━━ Exercise inputs ━━
/* sources 8889f446fd57f5208d9a2feb3fcdfff3623bf2ca90843c37e79964a3e9248f70 */
/*
three 0.187.0

The MIT License

Copyright © 2010-2026 three.js authors

Permission is hereby granted, free of charge, to any person obtaining a copy
of this software and associated documentation files (the "Software"), to deal
in the Software without restriction, including without limitation the rights
to use, copy, modify, merge, publish, distribute, sublicense, and/or sell
copies of the Software, and to permit persons to whom the Software is
furnished to do so, subject to the following conditions:

The above copyright notice and this permission notice shall be included in
all copies or substantial portions of the Software.

THE SOFTWARE IS PROVIDED "AS IS", WITHOUT WARRANTY OF ANY KIND, EXPRESS OR
IMPLIED, INCLUDING BUT NOT LIMITED TO THE WARRANTIES OF MERCHANTABILITY,
FITNESS FOR A PARTICULAR PURPOSE AND NONINFRINGEMENT. IN NO EVENT SHALL THE
AUTHORS OR COPYRIGHT HOLDERS BE LIABLE FOR ANY CLAIM, DAMAGES OR OTHER
LIABILITY, WHETHER IN AN ACTION OF CONTRACT, TORT OR OTHERWISE, ARISING FROM,
OUT OF OR IN CONNECTION WITH THE SOFTWARE OR THE USE OR OTHER DEALINGS IN
THE SOFTWARE.

uplot 1.6.32

The MIT License (MIT)

Copyright (c) 2022 Leon Sorokin

Permission is hereby granted, free of charge, to any person obtaining a copy
of this software and associated documentation files (the "Software"), to deal
in the Software without restriction, including without limitation the rights
to use, copy, modify, merge, publish, distribute, sublicense, and/or sell
copies of the Software, and to permit persons to whom the Software is
furnished to do so, subject to the following conditions:

The above copyright notice and this permission notice shall be included in
all copies or substantial portions of the Software.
━━━
Every record here must be output exactly, word for word.

/* sources 8889f446fd57f5208d9a2feb3fcdfff3623bf2ca90843c37e79964a3e9248f70 */
/*
three 0.187.0

The MIT License

Copyright © 2010-2026 three.js authors

Permission is hereby granted, free of charge, to any person obtaining a copy
of this software and associated documentation files (the "Software"), to deal
in the Software without restriction, including without limitation the rights
to use, copy, modify, merge, publish, distribute, sublicense, and/or sell
copies of the Software, and to permit persons to whom the Software is
furnished to do so, subject to the following conditions:

The above copyright notice and this permission notice shall be included in
all copies or substantial portions of the Software.

THE SOFTWARE IS PROVIDED "AS IS", WITHOUT WARRANTY OF ANY KIND, EXPRESS OR
IMPLIED, INCLUDING BUT NOT LIMITED TO THE WARRANTIES OF MERCHANTABILITY,
FITNESS FOR A PARTICULAR PURPOSE AND NONINFRINGEMENT. IN NO EVENT SHALL THE
AUTHORS OR COPYRIGHT HOLDERS BE LIABLE FOR ANY CLAIM, DAMAGES OR OTHER
LIABILITY, WHETHER IN AN ACTION OF CONTRACT, TORT OR OTHERWISE, ARISING FROM,
OUT OF OR IN CONNECTION WITH THE SOFTWARE OR THE USE OR OTHER DEALINGS IN
THE SOFTWARE.

uplot 1.6.32

The MIT License (MIT)

Copyright (c) 2022 Leon Sorokin

Permission is hereby granted, free of charge, to any person obtaining a copy
of this software and associated documentation files (the "Software"), to deal
in the Software without restriction, including without limitation the rights
to use, copy, modify, merge, publish, distribute, sublicense, and/or sell
copies of the Software, and to permit persons to whom the Software is
furnished to do so, subject to the following conditions:

The above copyright notice and this permission notice shall be included in
all copies or substantial portions of the Software.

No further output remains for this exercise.